Below are records; reproduce exactly the lines from the one that has "const n = Number(process.argv[2] ?? 400);" through the one that has "const used = process.cpuUsage(cpu);", ends included, and nothing more.

[Saved entries]
------------------------------------------------

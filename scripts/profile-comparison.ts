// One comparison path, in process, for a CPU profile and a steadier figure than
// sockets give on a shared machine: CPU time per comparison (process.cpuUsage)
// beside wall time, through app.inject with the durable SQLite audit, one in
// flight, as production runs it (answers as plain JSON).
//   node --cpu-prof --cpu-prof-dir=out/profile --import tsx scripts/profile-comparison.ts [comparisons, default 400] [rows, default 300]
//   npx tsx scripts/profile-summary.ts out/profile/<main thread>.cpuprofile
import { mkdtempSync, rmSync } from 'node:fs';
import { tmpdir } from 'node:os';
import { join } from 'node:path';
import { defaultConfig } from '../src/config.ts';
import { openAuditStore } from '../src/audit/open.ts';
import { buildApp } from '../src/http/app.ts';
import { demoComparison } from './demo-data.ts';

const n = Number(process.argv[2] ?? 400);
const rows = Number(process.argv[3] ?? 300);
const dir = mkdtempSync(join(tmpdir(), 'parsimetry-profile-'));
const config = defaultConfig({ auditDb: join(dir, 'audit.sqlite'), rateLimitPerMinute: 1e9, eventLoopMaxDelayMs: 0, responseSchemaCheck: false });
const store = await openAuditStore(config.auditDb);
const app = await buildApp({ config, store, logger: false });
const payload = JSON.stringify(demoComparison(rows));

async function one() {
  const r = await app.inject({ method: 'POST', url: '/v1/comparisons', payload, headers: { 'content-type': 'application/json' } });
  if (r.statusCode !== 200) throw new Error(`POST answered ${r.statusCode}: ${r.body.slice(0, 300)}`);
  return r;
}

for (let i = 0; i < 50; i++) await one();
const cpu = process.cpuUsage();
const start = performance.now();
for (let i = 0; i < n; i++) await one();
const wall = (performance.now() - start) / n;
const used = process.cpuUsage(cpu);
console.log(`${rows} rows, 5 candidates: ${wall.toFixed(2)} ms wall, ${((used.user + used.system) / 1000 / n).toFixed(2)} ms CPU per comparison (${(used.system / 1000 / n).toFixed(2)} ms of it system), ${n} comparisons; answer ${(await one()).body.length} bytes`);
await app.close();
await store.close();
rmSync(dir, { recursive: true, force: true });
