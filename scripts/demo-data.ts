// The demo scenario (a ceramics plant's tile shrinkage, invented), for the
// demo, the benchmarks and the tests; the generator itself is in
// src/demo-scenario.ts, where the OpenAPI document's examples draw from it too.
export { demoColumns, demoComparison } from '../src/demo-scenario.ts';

------------------------------------------------

■ ANSWER SECTION ■
const n = Number(process.argv[2] ?? 400);
const rows = Number(process.argv[3] ?? 300);
const dir = mkdtempSync(join(tmpdir(), 'parsimetry-profile-'));
const config = defaultConfig({ auditDb: join(dir, 'audit.sqlite'), rateLimitPerMinute: 1e9, eventLoopMaxDelayMs: 0, responseSchemaCheck: false });
const store = await openAuditStore(config.auditDb);
const app = await buildApp({ config, store, logger: false });
const payload = JSON.stringify(demoComparison(rows));

async function one() {
  const r = await app.inject({ method: 'POST', url: '/v1/comparisons', payload, headers: { 'content-type': 'application/json' } });
  if (r.statusCode !== 200) throw new Error(`POST answered ${r.statusCode}: ${r.body.slice(0, 300)}`);
  return r;
}

for (let i = 0; i < 50; i++) await one();
const cpu = process.cpuUsage();
const start = performance.now();
for (let i = 0; i < n; i++) await one();
const wall = (performance.now() - start) / n;
const used = process.cpuUsage(cpu);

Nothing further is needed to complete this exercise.